The same will be true with visual art, TV/movies, anything we see on Youtube, all internet content - EVERYTHING. It's already hard enough to tell what is real and what isn't. Pretty soon, we won't be able to tell at all. And you are okay with that.

"The issue isn't even the fact that AI *could* do some jobs better. (Hell, I might argue that many, if not most, of those jobs probably sucked anyway.) "

Says the person who, I am sure, has a job and therefore does not care if entire industries are erased. I promise you, you will be singing a different tune when it's YOUR job and YOUR industry that is erased.
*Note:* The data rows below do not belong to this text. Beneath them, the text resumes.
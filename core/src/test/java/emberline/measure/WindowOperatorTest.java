package emberline.measure;

import static org.junit.jupiter.api.Assertions.assertEquals;
import static org.junit.jupiter.api.Assertions.assertThrows;
import static org.junit.jupiter.api.Assertions.assertTrue;

import emberline.catalogue.Window;
import emberline.measure.WindowFunctional.Over;
import emberline.prepare.NoiseModel;
import emberline.spectrum.Spectrum;
import java.util.Arrays;
import java.util.List;
import java.util.OptionalDouble;
import org.apache.commons.math3.special.Erf;
import org.junit.jupiter.api.Test;
import org.junit.jupiter.params.ParameterizedTest;
import org.junit.jupiter.params.provider.CsvSource;
import org.junit.jupiter.params.provider.EnumSource;

/** Window functionals on ten pixels of 0.1 micron each, from 0.95 to 1.95 micron, by hand. */
class WindowOperatorTest {

    private static final double[] FLUX = {1, 4, 2, 8, 5, 7, 3, 6, 9, 2};
    private static final double[] SIGMA = {0.1, 0.2, 0.3, 0.1, 0.4, 0.2, 0.1, 0.3, 0.2, 0.1};

    private static Spectrum spectrum(double... flux) {
        double[] wavelength = new double[flux.length];
        for (int i = 0; i < flux.length; i++) {
            wavelength[i] = 1 + 0.1 * i;
        }
        return Spectrum.of(wavelength, flux, Arrays.copyOf(SIGMA, flux.length));
    }

    private static WindowFunctional over(Over over, double low, double high) {
        return new WindowFunctional(new Window(low, high), OptionalDouble.empty(), over);
    }

    private static WindowOperator operator(Spectrum spectrum, WindowFunctional... functionals) {
        return WindowOperator.of(spectrum, 50, List.of(functionals));
    }

    private static double value(Spectrum spectrum, WindowFunctional functional) {
        return operator(spectrum, functional).apply(spectrum)[0];
    }

    /** 1.12 to 1.33: 0.03 of pixel 1, all of pixel 2, 0.08 of pixel 3. */
    @Test
    void aMeanTakesPartsOfPixels() {
        assertEquals(
                (0.03 * 4 + 0.1 * 2 + 0.08 * 8) / 0.21,
                value(spectrum(FLUX), over(Over.MEAN, 1.12, 1.33)),
                1e-12);
        assertEquals(
                0.03 * 4 + 0.1 * 2 + 0.08 * 8,
                value(spectrum(FLUX), over(Over.INTEGRAL, 1.12, 1.33)),
                1e-12);
    }

    /** Pixel 2 is bad: the mean is over the rest, the integral goes on as on average. */
    @Test
    void aBadPixelCoversNothing() {
        double[] flux = FLUX.clone();
        flux[2] = Double.NaN;
        Spectrum holed = spectrum(flux);
        double mean = (0.03 * 4 + 0.08 * 8) / 0.11;
        WindowOperator both =
                operator(
                        holed,
                        over(Over.MEAN, 1.12, 1.33),
                        over(Over.INTEGRAL, 1.12, 1.33),
                        over(Over.MEAN, 1.4, 1.6));
        double[] values = both.apply(holed);
        assertEquals(mean, values[0], 1e-12);
        assertEquals(0.21 * mean, values[1], 1e-12);
        assertEquals(0.11 / 0.21, both.coverage(0), 1e-9);
        assertEquals(1, both.coverage(2), 1e-9);
        assertEquals(0.11 / 0.21, both.coverage(new int[] {2, 0}), 1e-9);
        assertEquals(0.11 / 0.21, both.lineCoverage(new int[] {1, 2}), 1e-9);
        assertEquals(1, both.lineCoverage(new int[] {0, 2}), 1e-9);
    }

    /** Off the spectrum nothing is covered and all is zero. */
    @Test
    void aWindowOffTheSpectrumIsZero() {
        Spectrum spectrum = spectrum(FLUX);
        WindowOperator off =
                operator(spectrum, over(Over.MEAN, 0.7, 0.8), over(Over.MEDIAN, 2.1, 2.3));
        assertEquals(0, off.apply(spectrum)[0]);
        assertEquals(0, off.apply(spectrum)[1]);
        assertEquals(0, off.coverage(0));
        assertEquals(0, off.covariance(spectrum, NoiseModel.INDEPENDENT).get(1, 1));
        WindowOperator half = operator(spectrum, over(Over.MEAN, 0.85, 1.05));
        assertEquals(0.5, half.coverage(0), 1e-9);
        assertEquals(1, half.apply(spectrum)[0], 1e-12);
    }

    /** Whole pixels 1 to 4 of fluxes 4, 2, 8, 5: half way between 4 and 5. */
    @Test
    void aMedianIsInterpolatedByWeight() {
        assertEquals(4.5, value(spectrum(FLUX), over(Over.MEDIAN, 1.05, 1.45)), 1e-9);
        assertEquals(4, value(spectrum(FLUX), over(Over.MEDIAN, 1.05, 1.35)), 1e-9);
        // 2 of weight 0.1 has its middle at 0.05, 8 of 0.04 at 0.12; half is 0.07
        assertEquals(
                2 + 6 * 0.02 / 0.07, value(spectrum(FLUX), over(Over.MEDIAN, 1.15, 1.29)), 1e-9);
        assertEquals(8, value(spectrum(FLUX), over(Over.MEDIAN, 1.27, 1.31)), 1e-9);
    }

    /**
     * Moments of a flux of 1 over x from -1 to 1, in half widths of the window: 2/3 and 2/5 for
     * even powers, none for odd ones.
     */
    @ParameterizedTest
    @CsvSource({
        "INTEGRAL, 2",
        "FIRST_MOMENT, 0",
        "SECOND_MOMENT, 0.6666667",
        "THIRD_MOMENT, 0",
        "FOURTH_MOMENT, 0.4"
    })
    void momentsOfAConstantFlux(Over over, double inHalfWidths) {
        Spectrum flat = spectrum(1, 1, 1, 1, 1, 1, 1, 1, 1, 1);
        assertEquals(0.105 * inHalfWidths, value(flat, over(over, 1.12, 1.33)), 1e-8);
    }

    /** One pixel of flux in the window: the integral of x^k over the pixel. */
    @Test
    void momentsAreIntegralsOverThePixels() {
        Spectrum one = spectrum(0, 0, 0, 1, 0, 0, 0, 0, 0, 0);
        // pixel 3 from 1.25 to 1.35 in the window 1.10 to 1.50, x from -0.25 to 0.25
        assertEquals(0, value(one, over(Over.FIRST_MOMENT, 1.10, 1.50)), 1e-12);
        // x from 0.5 to 1 in the window 1.05 to 1.35 about 1.20
        double half = 0.15;
        double low = 1.0 / 3;
        assertEquals(
                half * (1 - low * low) / 2, value(one, over(Over.FIRST_MOMENT, 1.05, 1.35)), 1e-9);
        assertEquals(
                half * (1 - Math.pow(low, 4)) / 4,
                value(one, over(Over.THIRD_MOMENT, 1.05, 1.35)),
                1e-9);
    }

    /** Two overlapping means and a median, against sums over pixels written out. */
    @ParameterizedTest
    @CsvSource({"0, 0", "0.4, 0", "0.3, 0.1", "0, 0.2"})
    void covarianceIsThatOfThePixels(double lag1, double lag2) {
        Spectrum spectrum = spectrum(FLUX);
        WindowOperator operator =
                operator(
                        spectrum,
                        over(Over.MEAN, 1.05, 1.35),
                        over(Over.MEDIAN, 1.25, 1.45),
                        over(Over.MEAN, 1.55, 1.65),
                        over(Over.MEAN, 1.85, 1.95));
        double[][] weight = new double[4][10];
        Arrays.fill(weight[0], 1, 4, 1.0 / 3);
        Arrays.fill(weight[1], 3, 5, 0.5 * Math.sqrt(Math.PI / 2));
        weight[2][6] = 1;
        weight[3][9] = 1;
        double[] correlation = {1, lag1, lag2};
        NoiseModel noise = new NoiseModel(false, 1, lag1, lag2);
        EnvelopeMatrix found = operator.covariance(spectrum, noise);
        OrthogonalFactor.Strip[] vectors = operator.noiseVectors(spectrum, noise);
        for (int a = 0; a < 4; a++) {
            for (int b = 0; b < 4; b++) {
                double expected = 0;
                for (int i = 0; i < 10; i++) {
                    for (int j = Math.max(0, i - 2); j <= Math.min(9, i + 2); j++) {
                        expected +=
                                weight[a][i]
                                        * SIGMA[i]
                                        * weight[b][j]
                                        * SIGMA[j]
                                        * correlation[Math.abs(i - j)];
                    }
                }
                assertEquals(expected, found.get(a, b), 1e-12, a + " and " + b);
                // the factor of the correlation reaches two pixels back, so nearly the same
                assertEquals(expected, vectors[a].times(vectors[b]), 1e-12, "vectors " + a + b);
            }
        }
    }

    /** A softened edge is an error function: the share of a pixel in the window smoothed by it. */
    @ParameterizedTest
    @EnumSource(
            value = Over.class,
            names = {"MEAN", "INTEGRAL"})
    void aSmoothedWindowHasSoftEdges(Over over) {
        int size = 4000;
        double[] wavelength = new double[size];
        double[] flux = new double[size];
        for (int i = 0; i < size; i++) {
            wavelength[i] = 1 + 1e-4 * i;
            flux[i] = wavelength[i] < 1.2 ? 1 : 2;
        }
        Spectrum step = Spectrum.of(wavelength, flux, new double[size]);
        WindowOperator operator =
                WindowOperator.of(
                        step,
                        2000,
                        List.of(
                                new WindowFunctional(
                                        new Window(1.19, 1.2), OptionalDouble.of(200), over)));
        // the smoothed step is 1 + Phi(x / sigma), averaged over 0.01 micron below it
        double sigma = 1.2 * Math.sqrt(1 / 200.0 / 200 - 1 / 2000.0 / 2000) / 2.354820045;
        double mean = 0;
        for (int k = 0; k < 1000; k++) {
            double x = -0.01 + 0.01 * (k + 0.5) / 1000;
            mean += (1.5 + 0.5 * Erf.erf(x / sigma / Math.sqrt(2))) / 1000;
        }
        double width = over == Over.MEAN ? 1 : 0.01;
        assertEquals(mean * width, operator.apply(step)[0], 0.003 * width);
        assertEquals(1, operator.coverage(0), 1e-9);
    }

    @Test
    void smoothingToAFinerSpectrumIsRefused() {
        PixelEdges edges = PixelEdges.of(spectrum(FLUX));
        for (double[] bad : new double[][] {{100, 100}, {100, 200}, {100, 0}}) {
            IllegalArgumentException refused =
                    assertThrows(
                            IllegalArgumentException.class,
                            () -> new SmoothedWindow(edges, new Window(1.1, 1.2), bad[0], bad[1]));
            assertTrue(
                    refused.getMessage().endsWith("expected 0 < to < from"), refused.getMessage());
        }
    }

    /** Edges of pixels lie at 0.95, 1.05, ... 1.95 micron. */
    @Test
    void pixelsAreFoundByTheirEdges() {
        double[] flux = FLUX.clone();
        flux[4] = Double.NaN;
        PixelEdges edges = PixelEdges.of(spectrum(flux));
        assertEquals(0, edges.firstEndingAbove(0.5));
        assertEquals(1, edges.firstEndingAbove(1.06));
        assertEquals(0, edges.firstEndingAbove(1.04));
        assertEquals(9, edges.firstEndingAbove(1.9));
        assertEquals(10, edges.firstEndingAbove(1.96));
        assertEquals(0, edges.firstStartingAtOrAbove(0.5));
        assertEquals(1, edges.firstStartingAtOrAbove(1.04));
        assertEquals(2, edges.firstStartingAtOrAbove(1.06));
        assertEquals(10, edges.firstStartingAtOrAbove(1.86));
        assertEquals(edges.high(3), edges.low(4), 1e-12);
        assertEquals(edges.low(3), edges.low(3) + edges.overlap(3, 0, edges.low(3)));
        assertEquals(0, edges.firstStartingAtOrAbove(edges.low(0)), "at its start");
        assertEquals(1, edges.firstEndingAbove(edges.high(0)), "ends there, not above");
        assertEquals(0.03, edges.overlap(3, 1.32, 2), 1e-9);
        assertEquals(0, edges.overlap(4, 0, 3), "a bad pixel");
        assertEquals(0, edges.overlap(3, 1.5, 1.6));
    }
}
But you know what? As much as I understand and (actually feel) the complete disregard people like you have for people like me, I still can't find it in me to wish that on you. I just can't. It's horrible.

I just wish people would wake up before it's too late.

The Wiltster's avatar

Thanks for chiming in. I agree (or suspect) that many people do not do the stuff that those of us who HOPE we’re using the tool correctly, do. Other than that, on your other points, I guess we can just agree to disagree. Be well!